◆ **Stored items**

++++

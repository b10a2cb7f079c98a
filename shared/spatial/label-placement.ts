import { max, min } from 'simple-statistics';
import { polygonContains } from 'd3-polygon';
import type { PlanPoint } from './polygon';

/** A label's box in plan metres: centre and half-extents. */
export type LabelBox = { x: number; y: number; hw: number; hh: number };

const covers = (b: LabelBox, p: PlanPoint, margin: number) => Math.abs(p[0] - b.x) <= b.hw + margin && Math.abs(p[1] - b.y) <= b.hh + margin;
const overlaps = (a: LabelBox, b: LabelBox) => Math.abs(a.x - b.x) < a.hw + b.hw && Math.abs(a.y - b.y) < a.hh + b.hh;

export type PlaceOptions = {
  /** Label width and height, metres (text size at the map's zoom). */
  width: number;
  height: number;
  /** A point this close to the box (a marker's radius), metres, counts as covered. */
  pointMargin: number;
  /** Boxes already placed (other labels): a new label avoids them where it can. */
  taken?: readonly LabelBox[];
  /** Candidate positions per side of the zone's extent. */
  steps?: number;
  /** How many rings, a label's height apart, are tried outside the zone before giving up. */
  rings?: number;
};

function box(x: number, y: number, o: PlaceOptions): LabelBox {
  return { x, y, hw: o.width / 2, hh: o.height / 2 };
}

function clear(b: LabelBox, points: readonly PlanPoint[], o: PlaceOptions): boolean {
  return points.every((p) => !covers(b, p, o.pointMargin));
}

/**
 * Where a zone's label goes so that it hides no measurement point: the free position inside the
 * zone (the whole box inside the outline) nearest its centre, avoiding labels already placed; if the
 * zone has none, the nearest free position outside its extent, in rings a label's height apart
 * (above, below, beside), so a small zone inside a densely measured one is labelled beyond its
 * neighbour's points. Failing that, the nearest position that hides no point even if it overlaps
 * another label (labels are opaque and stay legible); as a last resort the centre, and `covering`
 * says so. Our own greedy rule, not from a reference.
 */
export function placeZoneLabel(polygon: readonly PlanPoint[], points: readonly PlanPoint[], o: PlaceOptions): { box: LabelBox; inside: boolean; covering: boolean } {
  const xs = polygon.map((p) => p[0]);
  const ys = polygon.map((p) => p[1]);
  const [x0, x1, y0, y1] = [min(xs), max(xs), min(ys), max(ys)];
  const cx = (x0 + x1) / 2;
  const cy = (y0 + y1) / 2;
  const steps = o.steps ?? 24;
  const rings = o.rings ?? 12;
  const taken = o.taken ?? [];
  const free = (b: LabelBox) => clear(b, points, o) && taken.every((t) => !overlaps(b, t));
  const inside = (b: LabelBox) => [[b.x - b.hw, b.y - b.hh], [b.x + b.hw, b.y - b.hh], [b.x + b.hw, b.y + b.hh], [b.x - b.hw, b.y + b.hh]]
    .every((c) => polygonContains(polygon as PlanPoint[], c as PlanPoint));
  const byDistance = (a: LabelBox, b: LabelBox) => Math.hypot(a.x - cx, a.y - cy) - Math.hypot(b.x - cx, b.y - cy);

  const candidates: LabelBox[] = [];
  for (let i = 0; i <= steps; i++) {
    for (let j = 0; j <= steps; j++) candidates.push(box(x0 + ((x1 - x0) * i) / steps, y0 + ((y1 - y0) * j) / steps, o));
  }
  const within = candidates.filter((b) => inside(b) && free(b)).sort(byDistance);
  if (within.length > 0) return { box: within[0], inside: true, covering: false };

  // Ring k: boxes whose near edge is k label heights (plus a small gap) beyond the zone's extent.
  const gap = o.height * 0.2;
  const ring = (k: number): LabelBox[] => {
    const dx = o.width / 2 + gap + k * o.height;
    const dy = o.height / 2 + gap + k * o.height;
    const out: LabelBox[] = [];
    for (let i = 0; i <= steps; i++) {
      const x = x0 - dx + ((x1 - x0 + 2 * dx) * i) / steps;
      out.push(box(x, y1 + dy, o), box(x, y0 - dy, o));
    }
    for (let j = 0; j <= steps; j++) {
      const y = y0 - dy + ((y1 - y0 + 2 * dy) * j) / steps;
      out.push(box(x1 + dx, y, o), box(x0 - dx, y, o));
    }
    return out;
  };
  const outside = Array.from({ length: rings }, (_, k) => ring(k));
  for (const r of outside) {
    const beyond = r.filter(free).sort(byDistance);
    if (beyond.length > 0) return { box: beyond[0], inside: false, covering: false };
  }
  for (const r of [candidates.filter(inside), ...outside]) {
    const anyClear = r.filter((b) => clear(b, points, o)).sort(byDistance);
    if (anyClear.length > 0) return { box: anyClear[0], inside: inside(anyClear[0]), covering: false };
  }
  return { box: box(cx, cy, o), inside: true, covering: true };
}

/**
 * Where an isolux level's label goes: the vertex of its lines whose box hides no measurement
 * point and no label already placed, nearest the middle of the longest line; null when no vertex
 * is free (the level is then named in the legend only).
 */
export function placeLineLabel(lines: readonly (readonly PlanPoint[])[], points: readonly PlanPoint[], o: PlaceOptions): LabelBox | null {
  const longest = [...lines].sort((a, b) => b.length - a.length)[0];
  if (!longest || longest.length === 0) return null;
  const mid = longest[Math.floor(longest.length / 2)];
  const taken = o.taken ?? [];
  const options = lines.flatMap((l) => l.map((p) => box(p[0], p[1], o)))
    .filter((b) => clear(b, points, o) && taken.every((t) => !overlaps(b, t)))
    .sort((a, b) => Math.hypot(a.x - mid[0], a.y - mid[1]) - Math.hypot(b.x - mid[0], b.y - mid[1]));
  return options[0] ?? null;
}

++++

◆ **PROBLEM TO SOLVE**
Where in the records does the word "function" appear? Copy each line that holds it.

◆ **SOLUTION**
function box(x: number, y: number, o: PlaceOptions): LabelBox {
function clear(b: LabelBox, points: readonly PlanPoint[], o: PlaceOptions): boolean {
export function placeZoneLabel(polygon: readonly PlanPoint[], points: readonly PlanPoint[], o: PlaceOptions): { box: LabelBox; inside: boolean; covering: boolean } {
export function placeLineLabel(lines: readonly (readonly PlanPoint[])[], points: readonly PlanPoint[], o: PlaceOptions): LabelBox | null {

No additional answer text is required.